Added in version 0.8.0.

t_rfloat or None, default=None

Repetition time, in seconds (sampling period). Set to None if not provided. Default=2.5.

filter{‘butterworth’, ‘cosine’, False}, default=’butterworth’

Filtering methods:

  • ‘butterworth’: perform butterworth filtering.

  • ‘cosine’: generate discrete cosine transformation drift terms.

  • False: Do not perform filtering.

low_passfloat or None, default=None

Low cutoff frequency in Hertz. If specified, signals above this frequency will be filtered out. If None, no low-pass filtering will be performed.


low_pass is not implemented for filter=’cosine’.
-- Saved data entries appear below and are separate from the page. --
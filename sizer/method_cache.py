"""The compiled methods of dataclasses, kept between runs of the command the way Python keeps compiled
modules. Python 3.11 and 3.12 write each dataclass's __init__, __repr__, __eq__, __hash__,
__setattr__ and __delattr__ as source text and compile it at import, one compile per method: some
500 compiles, about 40 ms of a `sizer size` run. `install()` has the dataclasses module compile each
distinct text once and keep the code object; `save()` writes the code objects beside the package's
compiled modules (its __pycache__ folder, or sys.pycache_prefix; one file per top-level package of
the classes: sizer, rich ...), so the next run reads them instead (about 2 ms for sizer's 500). A
module that made classes in a run keeps just the texts it used, so an edited class's old methods go
when the new ones are written, as a module's old .pyc does.

Every class comes out exactly as the dataclasses module makes it: the code object of a text is what
compiling that text gives (the same file name "<string>", no __future__ flags, the interpreter's
optimization level), looked up by the whole text, so an edited class finds no entry and is compiled
afresh. The file is trusted as Python trusts the .pyc files beside it (whoever may write the one
may write the other); it is read only when it starts with this interpreter's bytecode magic number,
a damaged or foreign file reads as empty, and nothing is written when Python writes no bytecode
(PYTHONDONTWRITEBYTECODE, -B) or where the folder cannot be written. Only the command line installs
it (sizer.cli.main): `import sizer` changes nothing in the importing process.
"""

from __future__ import annotations

import builtins
import marshal
import os
import sys
from contextlib import suppress
from pathlib import Path
from types import CodeType
from typing import Any, Callable

Table = dict[str, dict[str, CodeType]]  # module name -> source text -> code object


def cache_file(package: str) -> Path | None:
    """Where the compiled methods of the classes of `package` (a top-level package: sizer, rich ...)
    are kept: sizer/__pycache__/dataclass_methods_<package>.<tag>.marshal (under sys.pycache_prefix
    when set), or None when this interpreter keeps no bytecode (no cache tag)."""
    from importlib.util import cache_from_source

    try:
        compiled = cache_from_source(str(Path(__file__).with_name(f"dataclass_methods_{package}.py")))
    except NotImplementedError:  # sys.implementation.cache_tag is None
        return None
    return Path(compiled).with_suffix(".marshal")


def _magic() -> bytes:
    from importlib.util import MAGIC_NUMBER

    return MAGIC_NUMBER


class MethodCache:
    """Code objects by module and source text, one table per top-level package of the classes (each
    read from its file when a class of that package is first made, so `sizer --help` reads only the
    few it needs); the texts each module used in this run, and the packages whose table grew."""

    def __init__(self, where: Callable[[str], Path | None] = cache_file) -> None:
        self.where = where
        self.tables: dict[str, Table] = {}
        self.used: dict[str, set[str]] = {}
        self.grown: set[str] = set()

    def exec(self, source: Any, globals: Any = None, locals: Any = None, /, **options: Any) -> None:
        """builtins.exec, with a source text compiled once and its code object kept (`globals`, the
        class's module namespace, names the module)."""
        if not isinstance(source, str) or options:
            builtins.exec(source, globals, locals, **options)
            return
        module = _module(globals)
        package = module.partition(".")[0]
        codes = self.table(package).setdefault(module, {})
        code = codes.get(source)
        if code is None:
            code = codes[source] = compile(source, "<string>", "exec", dont_inherit=True)
            self.grown.add(package)
        self.used.setdefault(module, set()).add(source)
        builtins.exec(code, globals, locals)

    def table(self, package: str) -> Table:
        """The code objects of `package`'s classes by module, read from its file on first use."""
        if package not in self.tables:
            path = self.where(package)
            self.tables[package] = read_table(path) if path is not None else {}
        return self.tables[package]

    def kept(self, package: str) -> Table:
        """What to write for `package`: for each module that made classes in this run, the texts it
        used (an edited class's old text goes, as a module's old .pyc does); the others as read."""
        return {module: {text: codes[text] for text in self.used[module]} if module in self.used else codes
                for module, codes in self.tables[package].items()}


def _module(namespace: Any) -> str:
    """The module a namespace belongs to ("_" when it names none, or not as a dotted name)."""
    name = namespace.get("__name__") if isinstance(namespace, dict) else None
    return name if isinstance(name, str) and all(part.isidentifier() for part in name.split(".")) else "_"


def read_table(path: Path) -> Table:
    """The kept code objects of `path` by module; empty when the file is missing, damaged or of
    another interpreter."""
    magic = _magic()
    try:
        data = path.read_bytes()
        found = marshal.loads(data[len(magic):]) if data.startswith(magic) else {}
    except (OSError, EOFError, ValueError, TypeError):
        return {}
    if not isinstance(found, dict):
        return {}
    return {module: {text: code for text, code in codes.items() if isinstance(text, str) and isinstance(code, CodeType)}
            for module, codes in found.items() if isinstance(module, str) and isinstance(codes, dict)}


def install(where: Callable[[str], Path | None] = cache_file) -> MethodCache:
    """Have the dataclasses module compile through a MethodCache whose files `where` names."""
    import dataclasses

    cache = MethodCache(where)
    setattr(dataclasses, "exec", cache.exec)  # the module's global name, found before the builtin
    return cache


def save(cache: MethodCache) -> None:
    """Write the tables this run added to (MethodCache.kept; each atomically: a temporary file, then
    a rename); nothing when Python writes no bytecode or where a folder cannot be written."""
    if sys.dont_write_bytecode:
        return
    for package in sorted(cache.grown):
        path = cache.where(package)
        if path is not None:
            _write(path, cache.kept(package))


def _write(path: Path, table: Table) -> None:
    temporary = path.with_name(f"{path.name}.{os.getpid()}.tmp")
    try:
        path.parent.mkdir(parents=True, exist_ok=True)
        temporary.write_bytes(_magic() + marshal.dumps(table))
        os.replace(temporary, path)
    except (OSError, ValueError):
        with suppress(OSError):
            temporary.unlink(missing_ok=True)
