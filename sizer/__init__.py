"""sizer: internal forces, stresses, allowable-stress checks and sizing of one straight member.

The Python API (sizer.api) is reached from here and imported on first use, so that the command line
starts at once; forces, check and size here return results that also show themselves in a terminal
and a notebook (sizer.commands.notebook):

    import sizer
    member = sizer.read_member("examples/platform_joist.toml")
    result = sizer.check(member, section="IPE 220")
    result.passes, result.utilization, result.governing
"""

from __future__ import annotations

from typing import Any

__version__ = "0.1.0"

API_NAMES = (
    "CandidateSummary", "CheckOutcome", "ForcesOutcome", "SizeOutcome",
    "as_member", "check", "forces", "member_from_text", "read_member", "size",
)
SHOWN_NAMES = ("check", "forces", "size")  # their results show themselves
__all__ = ["__version__", *API_NAMES]


def __getattr__(name: str) -> Any:
    """The API names, imported from sizer.api when first asked for (the functions of SHOWN_NAMES
    through sizer.commands.notebook) and kept."""
    if name in SHOWN_NAMES:
        from sizer.commands import notebook

        globals()[name] = found = notebook(name)
        return found
    if name in API_NAMES:
        from sizer import api

        return getattr(api, name)
    raise AttributeError(f"module 'sizer' has no attribute {name!r}")


def __dir__() -> list[str]:
    """The public names: the version and the API, whether or not sizer.api is imported yet."""
    return sorted(__all__)
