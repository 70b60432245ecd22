"""The `sizer` command: a thin typer layer. Each command is a plain typed function, its options in and
its exit code out, run by `cli_common.guarded`: every InputError becomes one line on stderr and exit
code 2. Heavy modules are imported inside the commands so that `sizer --help` starts at once."""

from __future__ import annotations

import gc
from pathlib import Path
from typing import Any, List, Optional

import typer

from sizer.cli_common import CATALOGUE_OPTION, FAMILY_OPTION, JSON_OPTION, guarded, unit_system, units_option

app = typer.Typer(
    name="sizer",
    help="Internal forces, stress checks and sizing of one straight member, from a small TOML file.",
    no_args_is_help=True,
    add_completion=False,
    pretty_exceptions_enable=False,
)


FILE_ARGUMENT = typer.Argument(..., help="Member file (TOML).", show_default=False)
UNITS_OPTION = units_option("kN, m, MPa", "kip, ft, ksi")
PLOT_OPTION = typer.Option(None, "--plot", help="Draw the diagrams to a PNG or SVG file.")


def _show_version(value: bool) -> None:
    """--version: print the version and stop."""
    if value:
        from sizer import __version__

        typer.echo(f"sizer {__version__}")
        raise typer.Exit(0)


@app.callback()
def main_options(
    version: bool = typer.Option(False, "--version", help="Show the version and exit.", callback=_show_version, is_eager=True),
) -> None:
    """Internal forces, stress checks and sizing of one straight member, from a small TOML file."""


def parse_cuts(values: list[str] | None) -> list[float]:
    """--at values ("2.5m", "1500 mm") to metres."""
    from sizer import units

    return [units.parse(text, "length", "", "--at") for text in values or []]


@app.command()
@guarded
def forces(
    file: Path = FILE_ARGUMENT,
    at: Optional[List[str]] = typer.Option(None, "--at", help='A cut position with its unit ("2.5m", "1500 mm"); may repeat. '
                                           "Gives the actions there, and with a section the displacements and twist."),
    combination: Optional[str] = typer.Option(None, "--combination", help="Only this combination (with all its pattern arrangements)."),
    catalogue: Optional[List[Path]] = CATALOGUE_OPTION,
    json_output: bool = JSON_OPTION,
    plot: Optional[Path] = PLOT_OPTION,
    envelope: bool = typer.Option(False, "--envelope", help="The largest and smallest of each action, reaction and deflection "
                                  "over every combination and pattern arrangement, with the combination that gives each."),
    second_order: bool = typer.Option(False, "--second-order", help="Actions and displacements of a second-order elastic solve "
                                      "(as `check` uses; needs a section); default first order (linear, superposable)."),
    units_system: str = UNITS_OPTION,
) -> int:
    """Reactions, internal actions and displacements at cuts, extremes and deflections for every
    combination (pattern arrangements included); --envelope for their largest and smallest."""
    from sizer.commands import run_forces

    return run_forces(file, parse_cuts(at), combination, catalogue or [], json_output, plot, unit_system(units_system), envelope,
                      second_order)


@app.command()
@guarded
def check(
    file: Path = FILE_ARGUMENT,
    section: Optional[str] = typer.Option(None, "--section", help="Check this catalogue section instead of the member file's."),
    catalogue: Optional[List[Path]] = CATALOGUE_OPTION,
    json_output: bool = JSON_OPTION,
    plot: Optional[Path] = PLOT_OPTION,
    units_system: str = UNITS_OPTION,
) -> int:
    """Every check for one section: demand, allowable, utilization, the governing case and the verdict.
    Exit 0 passes, 1 fails, 2 bad input."""
    from sizer.commands import run_check

    return run_check(file, section, catalogue or [], json_output, plot, unit_system(units_system))


@app.command()
@guarded
def size(
    file: Path = FILE_ARGUMENT,
    catalogue: Optional[List[Path]] = CATALOGUE_OPTION,
    family: Optional[List[str]] = FAMILY_OPTION,
    max_depth: Optional[str] = typer.Option(None, "--max-depth", help='Largest depth as installed, e.g. "300 mm".'),
    max_width: Optional[str] = typer.Option(None, "--max-width", help='Largest width as installed, e.g. "150 mm".'),
    top: int = typer.Option(3, "--top", help="How many runners-up to show on each side of the choice."),
    check_runners_up: bool = typer.Option(False, "--check-runners-up", help="Check the runners-up after the choice in full "
                                          "(default: shown from proven lower bounds, not checked)."),
    by: str = typer.Option("mass", "--by", help="Rank by mass (per length), cost (of the bars the member takes) or depth."),
    include_unstocked: bool = typer.Option(False, "--include-unstocked", help="Rank sections not stocked, or longer than every "
                                           "stock length, with the others (default: after them)."),
    json_output: bool = JSON_OPTION,
    report_out: Optional[Path] = typer.Option(None, "--report", help="Also write the calculation record of the chosen section (.html)."),
    units_system: str = UNITS_OPTION,
) -> int:
    """The lightest (or cheapest, or shallowest) catalogue section that passes every check, and why
    each one ranked before it fails. Exit 0 found, 1 nothing passes, 2 bad input."""
    from sizer.commands import run_size

    return run_size(file, catalogue or [], family or [], max_depth, max_width, top, json_output, unit_system(units_system),
                    report_out, by, include_unstocked, check_runners_up)


@app.command()
@guarded
def report(
    file: Path = FILE_ARGUMENT,
    out: Path = typer.Option(..., "-o", "--out", help="The calculation record to write (.html)."),
    section: Optional[str] = typer.Option(None, "--section", help="Report this catalogue section instead of the member file's."),
    catalogue: Optional[List[Path]] = CATALOGUE_OPTION,
    units_system: str = UNITS_OPTION,
) -> int:
    """A self-contained HTML calculation record for a reviewer. Exit 0 passes, 1 fails, 2 bad input."""
    from sizer.commands import run_report

    return run_report(file, out, section, catalogue or [], unit_system(units_system))


@app.command()
@guarded
def init(
    out: Path = typer.Option(Path("member.toml"), "-o", "--out", help="The member file to write (never overwritten)."),
    layout: str = typer.Option("simple", "--layout", help="The layout: simple, cantilever, continuous or post."),
    units_system: str = typer.Option("si", "--units", help="Units of the values written: si (m, kN, MPa) or us (ft, kip, ksi)."),
) -> int:
    """Write a commented starter member file for a common layout, to edit and run."""
    from sizer.starter import write_starter

    written = write_starter(out, layout, unit_system(units_system))
    typer.echo(f"Wrote {written} ({layout} layout). Edit it, then run: sizer check {written}")
    return 0


def _mount_optional_commands() -> None:
    """Commands that live in their own modules."""
    from sizer.cli_sections import app as sections_app

    app.add_typer(sections_app, name="sections", help="Keep the catalogue: list, show, add, build, import.")
    from sizer.cli_many import register
    register(app)


def flow_help(typer_app: typer.Typer) -> None:
    """Each command's help is its docstring as one paragraph, so the help screens wrap it at whole
    words instead of keeping the source's line breaks (which parted sentences)."""
    import inspect

    for info in typer_app.registered_commands:
        if info.help is None and info.callback is not None and info.callback.__doc__:
            info.help = " ".join((inspect.getdoc(info.callback) or "").split())
    for group in typer_app.registered_groups:
        if group.typer_instance is not None:
            flow_help(group.typer_instance)


_mount_optional_commands()
flow_help(app)


def main() -> None:
    """Console entry point. The linear algebra here is many small matrices, where a multi-threaded
    BLAS only spins: one thread each unless the user's environment says otherwise. The methods of
    the dataclasses it imports are compiled once and kept (sizer.method_cache)."""
    from sizer import method_cache

    single_threaded_blas()
    fewer_collections()
    methods = method_cache.install()
    try:
        code = run_app()
    finally:
        gc.freeze()  # the command is done: its objects end with the process, without a last full collection
        method_cache.save(methods)
    raise SystemExit(code)


def run_app(args: list[str] | None = None) -> int:
    """Run the command line (`args`, else sys.argv) and return the exit code. A mistake on the command
    line itself (a missing option, an unknown one, a value of the wrong type) is one line on stderr
    naming the fix, exit code 2, like any other bad input."""
    click = _click_module()
    try:
        code = app(args=args, prog_name="sizer", standalone_mode=False)
    except click.exceptions.ClickException as error:
        if type(error).__name__ == "NoArgsIsHelpError":  # the help is shown already
            return error.exit_code
        from sizer.printable import printable

        where = f"{error.ctx.command_path} --help" if getattr(error, "ctx", None) is not None else "sizer --help"
        typer.echo(f"sizer: command line: {printable(error.format_message())} (fix: see {where})", err=True)
        return error.exit_code
    except typer.Abort:
        typer.echo("sizer: stopped", err=True)
        return 1
    return code if isinstance(code, int) else 0


def _click_module() -> Any:
    """The click that typer runs on: its own copy (typer >= 0.26) or the click package."""
    try:
        from typer import _click

        return _click
    except ImportError:  # pragma: no cover - older typer
        import click

        return click


def fewer_collections() -> None:
    """Collect cyclic garbage every 20,000 new objects instead of every 700. A command builds its
    long-lived working set at once (imported modules, the catalogue, the candidates), which the
    default thresholds have the collector walk over and over: 60 to 100 ms of a 0.6 s `sizer size`
    (benchmarks/bench_size.py). Garbage stays bounded in long runs (schedules, span tables)."""
    gc.set_threshold(20_000, 10, 10)


def single_threaded_blas() -> None:
    """Ask OpenBLAS, MKL and OpenMP for one thread (before numpy is imported), unless already set."""
    import os

    for name in ("OPENBLAS_NUM_THREADS", "MKL_NUM_THREADS", "OMP_NUM_THREADS"):
        os.environ.setdefault(name, "1")


if __name__ == "__main__":  # pragma: no cover
    main()
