"""The one error type for bad input: it carries file, key, line and the fix, and prints as one line."""

from __future__ import annotations

from dataclasses import dataclass


@dataclass
class InputError(Exception):
    """Bad input from the user. `str()` gives the single line the CLI prints (exit code 2).

    file: the file at fault ("" when the fault is on the command line);
    key: dotted key inside it, e.g. "loads[2].fy" or "--at";
    problem: what is wrong; fix: how to mend it; line: 1-based line where known.
    """

    file: str
    key: str
    problem: str
    fix: str = ""
    line: int | None = None

    def __str__(self) -> str:
        where = self.file or "command line"
        if self.line is not None:
            where += f":{self.line}"
        text = f"{where}: {self.key}: {self.problem}" if self.key else f"{where}: {self.problem}"
        if self.fix:
            text += f" (fix: {self.fix})"
        return text
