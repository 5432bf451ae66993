"""Incremental tallies equal a recount from scratch after every member (incremental equals batch)."""
import numpy as np
import pytest

from baggr.oob.tally import MemberDelta, Tally

from naive_tally import recount_classes, recount_regression


def _random_deltas(rng, n, n_classes, members, soft):
    out = []
    for m in range(members):
        rows = np.flatnonzero(rng.random(n) < 0.37).astype(np.int32)
        if soft:
            v = rng.dirichlet(np.ones(n_classes), size=rows.size)
        else:
            v = np.zeros((rows.size, n_classes), np.int32)
            v[np.arange(rows.size), rng.integers(0, n_classes, rows.size)] = 1
        out.append(MemberDelta(m, rows, v))
    return out


@pytest.mark.parametrize("soft", [False, True])
def test_classes_incremental_equals_batch(soft):
    rng = np.random.default_rng(4)
    n, c, members = 300, 3, 25
    y = rng.integers(0, c, n).astype(np.int32)
    deltas = _random_deltas(rng, n, c, members, soft)
    t = Tally("classes", y, c, "shares" if soft else "hard", capacity=members)
    for m, d in enumerate(deltas):
        t.fold(d)
        ref = recount_classes(y, c, deltas[: m + 1])
        assert t.covered == ref["covered"]
        assert t.error() == pytest.approx(ref["error"], abs=0) if ref["covered"] else np.isnan(t.error())
        assert np.array_equal(t.confusion, ref["confusion"])
        np.testing.assert_array_equal(t.class_error(), ref["class_error"])
        np.testing.assert_array_equal(t.left_out, ref["left_out"])
        assert t.curve[m] == t.error() or (np.isnan(t.curve[m]) and np.isnan(t.error()))


def test_regression_incremental_equals_batch():
    rng = np.random.default_rng(5)
    n, members = 200, 30
    y = rng.normal(size=n)
    deltas = []
    for m in range(members):
        rows = np.flatnonzero(rng.random(n) < 0.37).astype(np.int32)
        deltas.append(MemberDelta(m, rows, rng.normal(size=rows.size)))
    t = Tally("regression", y, 1, "hard", capacity=members)
    for m, d in enumerate(deltas):
        t.fold(d)
        ref = recount_regression(y, deltas[: m + 1])
        assert t.covered == ref["covered"]
        assert t.error() == pytest.approx(ref["mse"], rel=1e-10)
        assert t.r2() == pytest.approx(ref["r2"], rel=1e-9)
        lo, hi = t.interval()
        assert (lo + hi) / 2 == pytest.approx(ref["mse"], rel=1e-9) or lo == 0.0


def test_tallies_add():
    # DESIGN.md invariant: the tally of a set of members is the sum of the tallies of its parts.
    rng = np.random.default_rng(6)
    n, c = 150, 2
    y = rng.integers(0, c, n).astype(np.int32)
    deltas = _random_deltas(rng, n, c, 12, soft=False)
    whole = Tally("classes", y, c, "hard", capacity=12)
    a = Tally("classes", y, c, "hard", capacity=12)
    b = Tally("classes", y, c, "hard", capacity=12)
    for d in deltas:
        whole.fold(d)
    for d in deltas[:5]:
        a.fold(d)
    for i, d in enumerate(deltas[5:]):
        b.fold(MemberDelta(i, d.rows, d.votes))
    np.testing.assert_array_equal(whole.votes, a.votes + b.votes)
    np.testing.assert_array_equal(whole.left_out, a.left_out + b.left_out)


@pytest.mark.parametrize("n_classes", [2, 3])
def test_hard_class_index_votes_incremental_equals_batch(n_classes):
    # the grow kernel's hard votes come as one class index per OOB row (two classes take their own
    # kernel); few members and few classes make ties common, and ties go to the lowest class
    rng = np.random.default_rng(7 + n_classes)
    n, members = 400, 20
    y = rng.integers(0, n_classes, n).astype(np.int32)
    t = Tally("classes", y, n_classes, "hard", capacity=4)  # capacity below members: the curve grows
    one_hot = []
    for m in range(members):
        rows = np.flatnonzero(rng.random(n) < 0.37).astype(np.int32)
        cls = rng.integers(0, n_classes, rows.size).astype(np.int32)
        t.fold(MemberDelta(m, rows, cls))
        hot = np.zeros((rows.size, n_classes), np.int32)
        hot[np.arange(rows.size), cls] = 1
        one_hot.append(MemberDelta(m, rows, hot))
        ref = recount_classes(y, n_classes, one_hot)
        assert t.covered == ref["covered"]
        assert np.array_equal(t.confusion, ref["confusion"])
        np.testing.assert_array_equal(t.class_error(), ref["class_error"])
        np.testing.assert_array_equal(t.class_curve[m], ref["class_error"])
        np.testing.assert_array_equal(t.left_out, ref["left_out"])
        covered = ref["left_out"] > 0
        np.testing.assert_array_equal(t.pred[covered], ref["pred"][covered])
        assert np.all(t.pred[~covered] == -1)
        assert t.curve[m] == ref["error"] or (np.isnan(t.curve[m]) and np.isnan(ref["error"]))
        iv = t.interval()
        assert iv is None or tuple(t.curve_interval[m]) == iv


def test_two_class_kernel_equals_general_kernel():
    # the same hard votes as class indices (two-class kernel) and one-hot (general kernel): every
    # array of the tally and every point of the curves bit for bit
    rng = np.random.default_rng(9)
    n, members = 500, 15
    y = rng.integers(0, 2, n).astype(np.int32)
    a = Tally("classes", y, 2, "hard", capacity=members)
    b = Tally("classes", y, 2, "hard", capacity=members)
    for m in range(members):
        rows = np.flatnonzero(rng.random(n) < 0.37).astype(np.int32)
        cls = rng.integers(0, 2, rows.size).astype(np.int32)
        hot = np.zeros((rows.size, 2), np.int32)
        hot[np.arange(rows.size), cls] = 1
        a.fold(MemberDelta(m, rows, cls))
        b.fold(MemberDelta(m, rows, hot))
        for name, arr in b.arrays().items():
            np.testing.assert_array_equal(a.arrays()[name], arr, err_msg=name)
high_passfloat, default=None

High cutoff frequency in Hertz. If specified, signals below this frequency will be filtered out.

detrendbool, optional

Whether to detrend signals or not.

standardize{‘zscore_sample’, ‘zscore’, ‘psc’, True, False}, default=”zscore”

Strategy to standardize the signal:

  • ‘zscore_sample’: The signal is z-scored. Timeseries are shifted to zero mean and scaled to unit variance. Uses sample std.

  • ‘zscore’: The signal is z-scored. Timeseries are shifted to zero mean and scaled to unit variance. Uses population std by calling numpy.std with N - ddof=0.

  • ‘psc’: Timeseries are shifted to zero mean value and scaled to percent signal change (as compared to original mean signal).

  • True: The signal is z-scored (same as option zscore). Timeseries are shifted to zero mean and scaled to unit variance.

  • False: Do not standardize the data.

standardize_confoundsbool, default=True

If set to True, the confounds are z-scored: their mean is put to 0 and their variance to 1 in the time dimension.

ensure_finitebool, default=False

If True, the non-finite values (NANs and infs) found in the data will be replaced by zeros.

extrapolatebool, default=True

If True and filter=’butterworth’, censored volumes in both ends of the signal data will be interpolated before filtering. Otherwise, they will be discarded from the band-pass filtering process.


Keyword arguments to be passed to functions called within clean. Kwargs prefixed with 'butterworth__' will be passed to butterworth.


Input signals, cleaned. Same shape as signals unless sample_mask is applied.


Confounds removal is based on a projection on the orthogonal of the signal space. See Friston et al.[2].

Orthogonalization between temporal filters and confound removal is based on suggestions in Lindquist et al.[1].